In a College World Series marked by upsets, Arkansas have stuck to the script and knocked Stanford onto their backs with a clinical showing in Omaha

In a College World Series marked by upsets, Arkansas have stuck to the script and knocked Stanford onto their backs with a clinical showing in Omaha
Wesley HittGetty

For those of you who are busy pinching themselves, wondering if somehow we had slipped into an alternate dimension, it appears that we have not. This would appear to simply be the trajectory of NCAA baseball in 2022.

Every underdog so far has come up trumps. To be fair, Arkansas were only the underdog on paper. Nobody in the hogs’ dugout thought that they couldn’t win, and for that matter, nobody in Stanford’s dugout thought that their victory was a done deal.

Still, the Cardinal are the second seeded team in the College World Series. They came through their regional and super regional, in a year of upsets, seeming to be blessed. It was not unreasonable to expect them to deal with the Razorbacks handily.

For the first five innings, that looked to be the way that it would play out. Arkansas struck first with a triple by Braydon Webb in the top of the first paying dividends when Brady Slavens hit a sac fly deep into left field, allowing the tag and scored run.

Unfazed as ever, Stanford responded immediately with a solo shot in the bottom of the first by Brock Jones, and that is where the game remained for four more innings.

And then Arkansas shook the chains and started off an unstoppable run of scoring. It started with a three-run blast by Chris Lanzilli to crack open the runs, before another pair of singles and a walk brought in run number five.

The seventh inning brought more get-em-on, move-em-over, knock-em-in play to cross three more men over the plate. The eighth was the same story, a walk, a double, and a single to score two more.

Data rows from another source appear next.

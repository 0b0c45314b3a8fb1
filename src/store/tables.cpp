// An HDF5 file of named tables (the report's copy of its CSV tables), written by the store so
// that only this part knows HDF5.
#include <hdf5.h>

#include "freegap/errors.hpp"
#include "freegap/store.hpp"

namespace freegap::store {

// Every table as /tables/<name>/<column>: a float64 dataset for numeric columns, a
// variable-length UTF-8 string dataset for text columns; the attributes say what wrote the file.
void write_tables(const std::string& path,
                  const std::vector<std::pair<std::string, std::string>>& attributes,
                  const std::vector<TableData>& tables) {
  H5Eset_auto2(H5E_DEFAULT, nullptr, nullptr);
  const hid_t file = H5Fcreate(path.c_str(), H5F_ACC_EXCL, H5P_DEFAULT, H5P_DEFAULT);
  if (file < 0) throw Error("cannot create '" + path + "'");
  bool ok = true;
  const hid_t str = H5Tcopy(H5T_C_S1);
  H5Tset_size(str, H5T_VARIABLE);
  H5Tset_cset(str, H5T_CSET_UTF8);
  for (const auto& [name, value] : attributes) {
    const hid_t space = H5Screate(H5S_SCALAR);
    const hid_t a = H5Acreate2(file, name.c_str(), str, space, H5P_DEFAULT, H5P_DEFAULT);
    const char* p = value.c_str();
    ok &= a >= 0 && H5Awrite(a, str, &p) >= 0;
    H5Aclose(a);
    H5Sclose(space);
  }
  const hid_t group = H5Gcreate2(file, "tables", H5P_DEFAULT, H5P_DEFAULT, H5P_DEFAULT);
  ok &= group >= 0;
  for (const TableData& t : tables) {
    const hid_t g = H5Gcreate2(group, t.name.c_str(), H5P_DEFAULT, H5P_DEFAULT, H5P_DEFAULT);
    ok &= g >= 0;
    for (const TableColumn& c : t.columns) {
      const hsize_t rows = c.text ? c.texts.size() : c.numbers.size();
      const hid_t space = H5Screate_simple(1, &rows, nullptr);
      const hid_t type = c.text ? str : H5T_IEEE_F64LE;
      const hid_t d =
          H5Dcreate2(g, c.name.c_str(), type, space, H5P_DEFAULT, H5P_DEFAULT, H5P_DEFAULT);
      ok &= d >= 0;
      if (c.text) {
        std::vector<const char*> values;
        for (const std::string& v : c.texts) values.push_back(v.c_str());
        if (rows > 0) ok &= H5Dwrite(d, str, H5S_ALL, H5S_ALL, H5P_DEFAULT, values.data()) >= 0;
      } else if (rows > 0) {
        ok &= H5Dwrite(d, H5T_NATIVE_DOUBLE, H5S_ALL, H5S_ALL, H5P_DEFAULT, c.numbers.data()) >= 0;
      }
      H5Dclose(d);
      H5Sclose(space);
    }
    H5Gclose(g);
  }
  H5Gclose(group);
  H5Tclose(str);
  ok &= H5Fclose(file) >= 0;
  if (!ok) throw Error("writing '" + path + "' failed");
}

}  // namespace freegap::store
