// Internal to store: owners for HDF5 identifiers and small checked helpers. Every failure becomes
// a freegap::Error naming the file, what was being done and HDF5's own innermost reason, so no
// HDF5 error stack is ever printed (automatic printing is switched off per thread).
#pragma once

#include <hdf5.h>

#include <cstdint>
#include <string>
#include <utility>
#include <vector>

namespace freegap::store::h5 {

/// Switches off HDF5's automatic error printing for the calling thread (the threadsafe build
/// keeps that setting per thread, so every entry point calls this).
void quiet();

/// The descriptions on the calling thread's HDF5 error stack, outermost (the API call) first.
std::vector<std::string> error_stack();
/// The innermost description, or "unknown HDF5 error".
std::string innermost_error();

/// Owns one HDF5 identifier and closes it with the matching H5*close. Move-only.
class Id {
 public:
  using Closer = herr_t (*)(hid_t);
  Id() = default;
  Id(hid_t id, Closer closer) : id_(id), closer_(closer) {}
  Id(Id&& other) noexcept
      : id_(std::exchange(other.id_, H5I_INVALID_HID)), closer_(other.closer_) {}
  Id& operator=(Id&& other) noexcept {
    if (this != &other) {
      reset();
      id_ = std::exchange(other.id_, H5I_INVALID_HID);
      closer_ = other.closer_;
    }
    return *this;
  }
  Id(const Id&) = delete;
  Id& operator=(const Id&) = delete;
  ~Id() { reset(); }

  hid_t get() const { return id_; }
  bool valid() const { return id_ >= 0; }
  /// Closes now; a close failure is ignored (used on error paths and in destructors).
  void reset() noexcept {
    if (id_ >= 0 && closer_ != nullptr) closer_(id_);
    id_ = H5I_INVALID_HID;
  }

 private:
  hid_t id_ = H5I_INVALID_HID;
  Closer closer_ = nullptr;
};

/// The context of every helper: which file, for messages.
struct Where {
  const std::string& path;
};

/// Throws Error("run file 'P': cannot WHAT (HDF5: innermost reason)").
[[noreturn]] void fail(Where where, const std::string& what);
/// Returns an owner of `id`, or fails with `what` if HDF5 returned a negative id.
Id own(hid_t id, Id::Closer closer, Where where, const std::string& what);
/// Fails with `what` if `status` is negative.
void check(herr_t status, Where where, const std::string& what);

/// A variable-length UTF-8 string type (h5py reads it as str).
Id string_type(Where where);

bool has_attribute(hid_t object, const char* name);
bool has_link(hid_t group, const char* name);

void write_string_attribute(hid_t object, const char* name, const std::string& value, Where where);
void write_int64_attribute(hid_t object, const char* name, std::int64_t value, Where where);
void write_int_array_attribute(hid_t object, const char* name, const std::vector<int>& values,
                               Where where);
/// Reads a string attribute, variable-length or fixed-length. Fails if it is not a string.
std::string read_string_attribute(hid_t object, const char* name, Where where);
std::int64_t read_int64_attribute(hid_t object, const char* name, Where where);
std::vector<int> read_int_array_attribute(hid_t object, const char* name, Where where);

/// Creation options of a dataset.
struct Shape {
  std::vector<hsize_t> dims;
  std::vector<hsize_t> max_dims;  ///< empty: same as dims
  std::vector<hsize_t> chunk;     ///< empty: contiguous
  /// Allocate (and fill) every chunk when the dataset is created, so later writes change only
  /// raw data, never the chunk index (see docs/run-file.md, "Why the file survives a kill").
  bool allocate_now = false;
  /// Store a Fletcher-32 checksum with every chunk (chunked datasets only): a read of a chunk
  /// whose bytes changed fails instead of returning them.
  bool checksum = false;
};

/// Creates a dataset of `type` (a fill value is set only when `fill` is not null).
Id create_dataset(hid_t group, const char* name, hid_t type, const Shape& shape, const void* fill,
                  Where where);
Id open_dataset(hid_t group, const std::string& name, Where where);
Id open_group(hid_t parent, const std::string& name, Where where);
/// The current extent of a dataset.
std::vector<hsize_t> extent(hid_t dataset, Where where);
/// The extent of a dataset that is written whole and stored without compression, so that each of
/// its elements takes at least `bytes_each` bytes of the file: a damaged shape that claims more
/// elements than the file can hold is an Error before any buffer is sized by it (HDF5 itself
/// finds the overflow only after the reader allocated the buffer, seconds and gigabytes later).
std::vector<hsize_t> extent_within_file(hid_t dataset, std::size_t bytes_each, Where where,
                                        const std::string& name);

/// Writes/reads the block start..start+count of a dataset from/to a dense memory buffer of
/// `mem_type`. A block with no elements does nothing.
void write_block(hid_t dataset, hid_t mem_type, const std::vector<hsize_t>& start,
                 const std::vector<hsize_t>& count, const void* buffer, Where where,
                 const std::string& what);
void read_block(hid_t dataset, hid_t mem_type, const std::vector<hsize_t>& start,
                const std::vector<hsize_t>& count, void* buffer, Where where,
                const std::string& what);

/// The same write without verifying the checksums of chunks HDF5 reads back to merge a partial
/// write: used only to rewrite a unit found damaged, whose old chunk may fail its checksum.
void overwrite_block(hid_t dataset, hid_t mem_type, const std::vector<hsize_t>& start,
                     const std::vector<hsize_t>& count, const void* buffer, Where where,
                     const std::string& what);

/// Reads `count` variable-length strings starting at `start` of a 1-D string dataset (a null
/// pointer, e.g. a never-written element, reads as "").
std::vector<std::string> read_strings(hid_t dataset, hsize_t start, hsize_t count, Where where,
                                      const std::string& what);
/// The same for any block of a string dataset of any rank, in row-major order.
std::vector<std::string> read_strings(hid_t dataset, const std::vector<hsize_t>& start,
                                      const std::vector<hsize_t>& count, Where where,
                                      const std::string& what);

}  // namespace freegap::store::h5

Through all of this, the Razorbacks put up eleven runs with only one long ball. They played the hand that was dealt them, and often that meant taking a walk, poking a single through coverage, or sacrificing a man over 90 feet.

Finally, the Cardinal mounted a response in kind, playing the pitch and earning a walk and a single, to get men into position for the double by Carter Graham and bringing a run home. Unfortunately, that was all they cold muster and the ninth inning saw Arkansas and Cayden Wallace pile another two-run shot onto the pile.

Sticking with what brought them to the show, the Razorbacks continued putting balls into play, sacrificing them over, and then poking a single through the infield to bring runs across the plate. By the time Stanford was able to get out of the inning, Arkansas had stretched the lead to 17-2.

The bottom of the ninth saw a play that simply encapsulated the Cardinal’s day. Joe Lomuscio slapped one straight back up the middle, shading the third base side of the bag at second. Robert Moore was playing straight up second and fielded the ball on a dead run, moving toward left, pivoting and throwing a bullet to first base. The ball was dug out in a spectacular play by Dominic Ficociello. It was a bang-bang play, could have gone either way, but the on-field call was out. A review confirmed the call.

Stanford’s entire day was a mix of poor plays and balls falling when they shouldn’t, calls going the other way, and a lack of hitting. Arkansas could do no wrong and it was simply their day. In the end, it was Arkansas 17, Stanford 2.

What separates baseball from other sports is that you can’t begin to feel confident in your performance, because no matter which end of a blowout you are on, you have to play again the next day.

So far in the post season, Stanford are 5-0 in elimination games. They can’t afford to dwell on this one too long. They need to make it 6-0 if they want to stay in the hunt.